* _Work to complete_: I need the lines below from the one with "def assemble(text: str, *, file: int, path: str, start: int" down to the one with "run = run_at(text, at, file=file, line=number" reproduced exactly, both ends included, and nothing else.

Input data below:

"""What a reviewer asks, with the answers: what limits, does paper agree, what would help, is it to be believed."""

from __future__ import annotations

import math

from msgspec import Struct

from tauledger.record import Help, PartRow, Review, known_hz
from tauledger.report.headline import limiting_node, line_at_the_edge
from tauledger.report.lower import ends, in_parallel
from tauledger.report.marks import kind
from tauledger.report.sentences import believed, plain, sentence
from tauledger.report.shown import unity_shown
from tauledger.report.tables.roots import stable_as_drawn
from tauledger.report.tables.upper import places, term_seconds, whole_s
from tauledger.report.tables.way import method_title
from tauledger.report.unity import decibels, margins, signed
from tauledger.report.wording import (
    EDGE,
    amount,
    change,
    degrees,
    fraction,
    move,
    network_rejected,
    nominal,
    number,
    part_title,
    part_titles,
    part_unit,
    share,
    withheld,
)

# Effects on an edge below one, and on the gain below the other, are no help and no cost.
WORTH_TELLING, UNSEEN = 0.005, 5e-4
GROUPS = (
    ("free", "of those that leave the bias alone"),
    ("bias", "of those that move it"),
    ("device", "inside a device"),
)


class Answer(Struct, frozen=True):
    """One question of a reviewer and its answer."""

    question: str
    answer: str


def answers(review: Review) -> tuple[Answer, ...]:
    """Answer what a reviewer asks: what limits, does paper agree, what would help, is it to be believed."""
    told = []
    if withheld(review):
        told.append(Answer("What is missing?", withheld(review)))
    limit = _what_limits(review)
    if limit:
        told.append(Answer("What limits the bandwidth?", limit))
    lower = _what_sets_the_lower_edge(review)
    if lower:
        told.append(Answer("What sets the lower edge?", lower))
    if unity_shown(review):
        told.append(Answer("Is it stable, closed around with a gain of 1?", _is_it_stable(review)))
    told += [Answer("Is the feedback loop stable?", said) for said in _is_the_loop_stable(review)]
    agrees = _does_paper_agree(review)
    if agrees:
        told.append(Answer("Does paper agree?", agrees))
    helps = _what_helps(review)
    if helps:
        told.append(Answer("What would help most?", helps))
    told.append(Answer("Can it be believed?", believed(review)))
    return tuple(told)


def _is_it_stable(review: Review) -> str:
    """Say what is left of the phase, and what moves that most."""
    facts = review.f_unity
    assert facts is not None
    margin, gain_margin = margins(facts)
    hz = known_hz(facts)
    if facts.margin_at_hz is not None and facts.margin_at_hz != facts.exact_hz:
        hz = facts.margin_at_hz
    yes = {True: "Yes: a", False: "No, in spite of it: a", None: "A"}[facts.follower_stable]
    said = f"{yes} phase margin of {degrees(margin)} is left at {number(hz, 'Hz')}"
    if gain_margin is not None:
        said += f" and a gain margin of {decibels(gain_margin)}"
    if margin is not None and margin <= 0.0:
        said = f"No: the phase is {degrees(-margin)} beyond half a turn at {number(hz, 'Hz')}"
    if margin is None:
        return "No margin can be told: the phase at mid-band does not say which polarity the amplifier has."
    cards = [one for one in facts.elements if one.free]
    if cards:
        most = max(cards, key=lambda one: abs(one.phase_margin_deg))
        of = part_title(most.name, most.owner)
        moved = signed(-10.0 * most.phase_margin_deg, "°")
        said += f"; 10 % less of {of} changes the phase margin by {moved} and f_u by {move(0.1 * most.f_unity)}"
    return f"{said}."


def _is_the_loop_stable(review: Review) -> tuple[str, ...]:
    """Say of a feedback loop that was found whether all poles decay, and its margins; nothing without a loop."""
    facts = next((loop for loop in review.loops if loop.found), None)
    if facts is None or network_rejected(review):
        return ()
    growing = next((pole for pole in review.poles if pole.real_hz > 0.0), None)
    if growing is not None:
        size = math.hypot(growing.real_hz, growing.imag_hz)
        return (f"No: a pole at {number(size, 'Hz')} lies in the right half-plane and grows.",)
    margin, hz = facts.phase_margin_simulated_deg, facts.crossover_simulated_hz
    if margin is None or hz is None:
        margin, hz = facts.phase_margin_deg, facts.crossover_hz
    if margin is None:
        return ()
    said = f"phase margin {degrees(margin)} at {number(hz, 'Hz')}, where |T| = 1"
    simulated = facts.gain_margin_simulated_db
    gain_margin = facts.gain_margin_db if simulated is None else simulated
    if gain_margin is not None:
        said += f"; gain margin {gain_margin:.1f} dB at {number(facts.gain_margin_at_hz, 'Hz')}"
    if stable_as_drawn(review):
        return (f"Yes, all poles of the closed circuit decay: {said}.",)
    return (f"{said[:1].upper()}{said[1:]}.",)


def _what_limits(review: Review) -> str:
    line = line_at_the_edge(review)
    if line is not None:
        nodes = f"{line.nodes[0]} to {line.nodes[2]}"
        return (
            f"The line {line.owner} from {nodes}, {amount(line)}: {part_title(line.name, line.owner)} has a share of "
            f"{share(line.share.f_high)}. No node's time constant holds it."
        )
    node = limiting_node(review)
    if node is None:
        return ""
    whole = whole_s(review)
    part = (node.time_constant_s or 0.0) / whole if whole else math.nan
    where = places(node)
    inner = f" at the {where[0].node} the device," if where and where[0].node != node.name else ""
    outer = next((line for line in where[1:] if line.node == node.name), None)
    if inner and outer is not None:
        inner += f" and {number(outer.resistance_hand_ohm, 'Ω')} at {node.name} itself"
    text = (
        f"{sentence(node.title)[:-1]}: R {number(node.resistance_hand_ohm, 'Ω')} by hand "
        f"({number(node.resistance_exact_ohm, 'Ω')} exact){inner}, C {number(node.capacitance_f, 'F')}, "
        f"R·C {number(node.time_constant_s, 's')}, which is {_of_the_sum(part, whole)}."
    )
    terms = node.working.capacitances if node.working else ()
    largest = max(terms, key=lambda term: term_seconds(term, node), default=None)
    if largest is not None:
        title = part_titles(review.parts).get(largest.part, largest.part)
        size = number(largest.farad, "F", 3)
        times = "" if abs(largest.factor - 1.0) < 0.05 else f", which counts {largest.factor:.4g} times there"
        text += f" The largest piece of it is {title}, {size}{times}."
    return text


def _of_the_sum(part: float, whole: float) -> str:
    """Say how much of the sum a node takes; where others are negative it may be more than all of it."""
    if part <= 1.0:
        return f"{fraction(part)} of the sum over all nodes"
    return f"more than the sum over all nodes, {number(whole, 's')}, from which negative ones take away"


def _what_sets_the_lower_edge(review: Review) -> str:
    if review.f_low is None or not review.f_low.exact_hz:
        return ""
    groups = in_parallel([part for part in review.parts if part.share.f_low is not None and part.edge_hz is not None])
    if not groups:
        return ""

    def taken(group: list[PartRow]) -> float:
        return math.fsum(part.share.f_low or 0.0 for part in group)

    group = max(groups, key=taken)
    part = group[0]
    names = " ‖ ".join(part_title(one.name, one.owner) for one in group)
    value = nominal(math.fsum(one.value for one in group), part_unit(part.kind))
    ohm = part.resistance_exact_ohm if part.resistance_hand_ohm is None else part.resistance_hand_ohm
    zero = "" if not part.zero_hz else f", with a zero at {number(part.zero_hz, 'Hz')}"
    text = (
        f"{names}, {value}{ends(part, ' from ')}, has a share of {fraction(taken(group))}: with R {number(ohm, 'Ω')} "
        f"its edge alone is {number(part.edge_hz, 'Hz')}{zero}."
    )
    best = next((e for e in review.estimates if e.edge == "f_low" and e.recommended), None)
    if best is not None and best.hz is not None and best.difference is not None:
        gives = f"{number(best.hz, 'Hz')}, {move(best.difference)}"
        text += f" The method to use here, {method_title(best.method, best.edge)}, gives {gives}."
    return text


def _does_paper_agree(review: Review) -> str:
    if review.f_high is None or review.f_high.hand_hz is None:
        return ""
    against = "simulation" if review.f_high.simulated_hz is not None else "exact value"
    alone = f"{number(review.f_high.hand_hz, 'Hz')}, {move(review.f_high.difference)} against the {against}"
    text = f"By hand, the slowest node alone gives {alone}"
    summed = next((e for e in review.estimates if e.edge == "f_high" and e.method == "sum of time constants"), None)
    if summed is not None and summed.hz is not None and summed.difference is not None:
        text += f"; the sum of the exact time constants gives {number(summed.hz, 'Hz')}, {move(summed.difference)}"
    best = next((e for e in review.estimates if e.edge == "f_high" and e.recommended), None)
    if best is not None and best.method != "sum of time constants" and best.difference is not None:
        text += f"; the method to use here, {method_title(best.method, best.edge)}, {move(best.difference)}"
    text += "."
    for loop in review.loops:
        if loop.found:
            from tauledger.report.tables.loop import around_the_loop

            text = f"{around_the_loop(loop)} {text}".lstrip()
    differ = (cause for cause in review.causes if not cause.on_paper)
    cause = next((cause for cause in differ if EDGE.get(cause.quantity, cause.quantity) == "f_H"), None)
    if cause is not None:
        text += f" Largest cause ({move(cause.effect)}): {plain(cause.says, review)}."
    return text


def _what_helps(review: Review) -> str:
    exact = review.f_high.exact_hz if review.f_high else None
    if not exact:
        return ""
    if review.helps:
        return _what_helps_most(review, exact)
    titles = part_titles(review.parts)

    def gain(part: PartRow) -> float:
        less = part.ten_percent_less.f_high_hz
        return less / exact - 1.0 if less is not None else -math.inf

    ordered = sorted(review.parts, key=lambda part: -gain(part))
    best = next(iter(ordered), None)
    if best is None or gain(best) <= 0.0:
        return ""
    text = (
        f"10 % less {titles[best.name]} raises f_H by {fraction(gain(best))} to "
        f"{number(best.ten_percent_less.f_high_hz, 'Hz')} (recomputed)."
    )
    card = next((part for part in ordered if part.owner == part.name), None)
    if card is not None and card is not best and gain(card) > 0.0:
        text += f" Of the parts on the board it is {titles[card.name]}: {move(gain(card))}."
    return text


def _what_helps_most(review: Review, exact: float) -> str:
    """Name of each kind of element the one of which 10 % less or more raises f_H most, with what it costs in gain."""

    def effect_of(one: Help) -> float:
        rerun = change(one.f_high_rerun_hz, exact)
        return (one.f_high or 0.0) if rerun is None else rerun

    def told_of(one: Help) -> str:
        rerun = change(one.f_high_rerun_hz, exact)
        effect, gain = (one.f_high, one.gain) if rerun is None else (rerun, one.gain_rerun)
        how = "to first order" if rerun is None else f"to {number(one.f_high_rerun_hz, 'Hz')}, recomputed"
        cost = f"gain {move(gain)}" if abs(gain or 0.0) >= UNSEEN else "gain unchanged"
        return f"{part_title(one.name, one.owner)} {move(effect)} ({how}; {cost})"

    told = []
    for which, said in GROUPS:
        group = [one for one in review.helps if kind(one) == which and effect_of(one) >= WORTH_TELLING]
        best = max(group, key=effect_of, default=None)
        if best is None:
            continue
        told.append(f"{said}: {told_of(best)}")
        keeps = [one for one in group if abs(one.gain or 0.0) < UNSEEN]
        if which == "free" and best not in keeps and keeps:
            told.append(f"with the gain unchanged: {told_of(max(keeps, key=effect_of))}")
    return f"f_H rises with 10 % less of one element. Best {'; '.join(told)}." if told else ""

End of Input data.
Input data below:

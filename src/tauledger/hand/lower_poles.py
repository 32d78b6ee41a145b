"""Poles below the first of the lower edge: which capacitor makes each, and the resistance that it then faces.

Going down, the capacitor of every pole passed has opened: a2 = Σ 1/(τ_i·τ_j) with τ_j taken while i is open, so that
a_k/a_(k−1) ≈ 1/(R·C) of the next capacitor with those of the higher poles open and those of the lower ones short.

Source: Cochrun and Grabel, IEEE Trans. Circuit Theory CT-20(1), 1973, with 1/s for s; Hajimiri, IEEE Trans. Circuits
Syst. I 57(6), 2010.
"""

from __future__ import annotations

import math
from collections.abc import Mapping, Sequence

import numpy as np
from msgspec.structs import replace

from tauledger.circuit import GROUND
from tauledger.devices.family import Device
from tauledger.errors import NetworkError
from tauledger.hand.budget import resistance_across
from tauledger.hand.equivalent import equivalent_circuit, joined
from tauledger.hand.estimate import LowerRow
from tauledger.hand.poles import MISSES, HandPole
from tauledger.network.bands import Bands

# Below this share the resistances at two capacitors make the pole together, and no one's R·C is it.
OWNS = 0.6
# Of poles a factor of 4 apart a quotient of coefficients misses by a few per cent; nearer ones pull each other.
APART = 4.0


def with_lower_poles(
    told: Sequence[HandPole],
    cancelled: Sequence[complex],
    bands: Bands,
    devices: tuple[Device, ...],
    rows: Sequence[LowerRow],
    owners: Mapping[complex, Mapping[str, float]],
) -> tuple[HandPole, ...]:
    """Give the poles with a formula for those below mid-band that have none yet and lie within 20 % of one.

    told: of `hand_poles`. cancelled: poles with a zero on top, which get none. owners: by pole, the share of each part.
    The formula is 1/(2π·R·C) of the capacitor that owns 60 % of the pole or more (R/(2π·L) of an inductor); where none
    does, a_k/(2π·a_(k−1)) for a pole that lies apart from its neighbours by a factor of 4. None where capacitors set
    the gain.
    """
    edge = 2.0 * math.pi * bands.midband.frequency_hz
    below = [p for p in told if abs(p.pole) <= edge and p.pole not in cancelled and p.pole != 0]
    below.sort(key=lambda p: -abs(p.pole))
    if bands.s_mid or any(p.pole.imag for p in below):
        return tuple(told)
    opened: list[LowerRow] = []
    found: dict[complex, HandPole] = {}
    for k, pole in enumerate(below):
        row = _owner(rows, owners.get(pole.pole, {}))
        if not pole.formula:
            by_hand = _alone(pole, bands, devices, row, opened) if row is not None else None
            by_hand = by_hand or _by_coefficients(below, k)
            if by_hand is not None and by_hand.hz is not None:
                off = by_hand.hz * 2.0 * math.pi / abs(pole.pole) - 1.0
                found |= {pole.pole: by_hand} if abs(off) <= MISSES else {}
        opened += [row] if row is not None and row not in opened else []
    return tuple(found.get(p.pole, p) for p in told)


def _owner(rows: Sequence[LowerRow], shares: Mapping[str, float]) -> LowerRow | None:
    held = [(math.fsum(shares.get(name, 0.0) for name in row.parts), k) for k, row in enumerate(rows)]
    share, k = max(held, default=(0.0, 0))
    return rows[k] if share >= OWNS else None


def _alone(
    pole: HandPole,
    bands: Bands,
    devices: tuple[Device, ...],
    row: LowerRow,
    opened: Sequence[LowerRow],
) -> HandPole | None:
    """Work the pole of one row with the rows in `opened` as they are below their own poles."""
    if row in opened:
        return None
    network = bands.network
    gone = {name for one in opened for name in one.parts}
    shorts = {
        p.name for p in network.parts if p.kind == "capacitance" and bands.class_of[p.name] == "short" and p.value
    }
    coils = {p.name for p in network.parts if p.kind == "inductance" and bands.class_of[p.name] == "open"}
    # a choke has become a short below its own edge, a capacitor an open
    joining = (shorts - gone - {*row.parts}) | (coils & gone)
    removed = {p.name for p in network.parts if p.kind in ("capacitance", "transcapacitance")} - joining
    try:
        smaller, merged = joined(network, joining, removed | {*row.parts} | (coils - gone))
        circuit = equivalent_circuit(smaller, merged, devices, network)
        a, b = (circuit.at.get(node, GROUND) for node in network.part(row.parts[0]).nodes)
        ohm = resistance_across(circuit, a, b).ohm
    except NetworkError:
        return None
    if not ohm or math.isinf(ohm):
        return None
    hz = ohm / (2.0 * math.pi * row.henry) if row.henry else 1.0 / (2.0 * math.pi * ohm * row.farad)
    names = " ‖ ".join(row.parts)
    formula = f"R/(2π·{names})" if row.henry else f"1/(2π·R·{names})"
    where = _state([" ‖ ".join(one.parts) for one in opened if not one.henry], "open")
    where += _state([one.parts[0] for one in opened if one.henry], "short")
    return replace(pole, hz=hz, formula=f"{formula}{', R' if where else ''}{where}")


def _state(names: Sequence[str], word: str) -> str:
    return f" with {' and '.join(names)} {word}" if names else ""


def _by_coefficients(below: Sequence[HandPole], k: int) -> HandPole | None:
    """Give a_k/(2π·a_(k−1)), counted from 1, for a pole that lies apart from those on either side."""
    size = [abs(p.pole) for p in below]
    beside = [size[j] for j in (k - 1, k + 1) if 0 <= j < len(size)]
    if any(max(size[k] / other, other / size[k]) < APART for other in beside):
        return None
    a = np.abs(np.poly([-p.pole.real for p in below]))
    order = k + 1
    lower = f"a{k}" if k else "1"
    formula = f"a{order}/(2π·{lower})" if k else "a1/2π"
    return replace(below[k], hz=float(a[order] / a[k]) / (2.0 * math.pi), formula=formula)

End of Input data.
Input data below:

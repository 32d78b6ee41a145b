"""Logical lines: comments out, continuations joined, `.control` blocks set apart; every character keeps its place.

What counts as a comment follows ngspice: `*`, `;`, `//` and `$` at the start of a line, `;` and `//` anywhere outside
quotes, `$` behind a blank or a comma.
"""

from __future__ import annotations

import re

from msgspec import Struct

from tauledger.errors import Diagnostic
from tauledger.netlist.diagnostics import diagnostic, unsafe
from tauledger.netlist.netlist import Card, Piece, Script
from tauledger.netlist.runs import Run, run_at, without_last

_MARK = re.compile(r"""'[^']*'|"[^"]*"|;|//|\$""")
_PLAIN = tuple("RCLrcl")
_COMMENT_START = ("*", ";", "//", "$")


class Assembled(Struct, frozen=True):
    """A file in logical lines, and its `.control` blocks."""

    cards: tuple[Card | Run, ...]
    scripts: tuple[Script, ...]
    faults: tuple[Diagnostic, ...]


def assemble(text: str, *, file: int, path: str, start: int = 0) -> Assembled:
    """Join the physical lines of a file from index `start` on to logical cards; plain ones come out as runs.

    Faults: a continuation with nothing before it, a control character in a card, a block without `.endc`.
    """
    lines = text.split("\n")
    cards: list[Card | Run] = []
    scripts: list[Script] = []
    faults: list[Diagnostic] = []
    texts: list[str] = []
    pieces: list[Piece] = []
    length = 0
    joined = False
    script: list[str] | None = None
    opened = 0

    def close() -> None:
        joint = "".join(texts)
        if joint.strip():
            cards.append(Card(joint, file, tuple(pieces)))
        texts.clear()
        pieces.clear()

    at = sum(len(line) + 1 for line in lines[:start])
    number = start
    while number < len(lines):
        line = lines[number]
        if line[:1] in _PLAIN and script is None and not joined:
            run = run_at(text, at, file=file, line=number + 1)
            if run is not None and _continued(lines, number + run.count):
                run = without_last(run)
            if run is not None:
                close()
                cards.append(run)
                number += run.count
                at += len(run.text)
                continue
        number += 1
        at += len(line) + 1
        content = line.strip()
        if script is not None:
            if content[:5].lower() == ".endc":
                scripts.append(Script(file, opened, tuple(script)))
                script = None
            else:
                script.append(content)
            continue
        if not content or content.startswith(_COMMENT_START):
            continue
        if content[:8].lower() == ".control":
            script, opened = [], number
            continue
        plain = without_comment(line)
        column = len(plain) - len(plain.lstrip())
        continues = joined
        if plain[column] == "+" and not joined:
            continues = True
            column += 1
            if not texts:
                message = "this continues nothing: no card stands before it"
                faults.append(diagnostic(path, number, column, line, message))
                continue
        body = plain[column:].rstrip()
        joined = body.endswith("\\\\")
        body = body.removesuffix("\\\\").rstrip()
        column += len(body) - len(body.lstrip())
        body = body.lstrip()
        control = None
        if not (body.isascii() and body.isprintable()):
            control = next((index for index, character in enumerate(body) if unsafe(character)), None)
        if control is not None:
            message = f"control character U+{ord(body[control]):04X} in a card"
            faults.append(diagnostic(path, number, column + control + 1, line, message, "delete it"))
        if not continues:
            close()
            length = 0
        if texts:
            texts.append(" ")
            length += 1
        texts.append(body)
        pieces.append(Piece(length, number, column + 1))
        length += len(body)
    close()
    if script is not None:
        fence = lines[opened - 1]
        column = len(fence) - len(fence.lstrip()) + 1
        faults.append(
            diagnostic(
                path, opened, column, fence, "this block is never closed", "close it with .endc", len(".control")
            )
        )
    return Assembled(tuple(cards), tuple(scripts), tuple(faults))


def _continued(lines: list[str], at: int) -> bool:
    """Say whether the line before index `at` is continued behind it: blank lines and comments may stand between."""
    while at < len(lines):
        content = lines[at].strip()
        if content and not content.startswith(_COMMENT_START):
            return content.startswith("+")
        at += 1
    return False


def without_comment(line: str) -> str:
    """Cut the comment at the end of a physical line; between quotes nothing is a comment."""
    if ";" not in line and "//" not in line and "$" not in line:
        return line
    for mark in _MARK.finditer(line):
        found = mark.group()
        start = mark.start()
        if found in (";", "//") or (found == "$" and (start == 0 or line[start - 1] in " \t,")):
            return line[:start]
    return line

End of Input data.

* _Answer box_:
def assemble(text: str, *, file: int, path: str, start: int = 0) -> Assembled:
    """Join the physical lines of a file from index `start` on to logical cards; plain ones come out as runs.

    Faults: a continuation with nothing before it, a control character in a card, a block without `.endc`.
    """
    lines = text.split("\n")
    cards: list[Card | Run] = []
    scripts: list[Script] = []
    faults: list[Diagnostic] = []
    texts: list[str] = []
    pieces: list[Piece] = []
    length = 0
    joined = False
    script: list[str] | None = None
    opened = 0

    def close() -> None:
        joint = "".join(texts)
        if joint.strip():
            cards.append(Card(joint, file, tuple(pieces)))
        texts.clear()
        pieces.clear()

    at = sum(len(line) + 1 for line in lines[:start])
    number = start
    while number < len(lines):
        line = lines[number]
        if line[:1] in _PLAIN and script is None and not joined:
            run = run_at(text, at, file=file, line=number + 1)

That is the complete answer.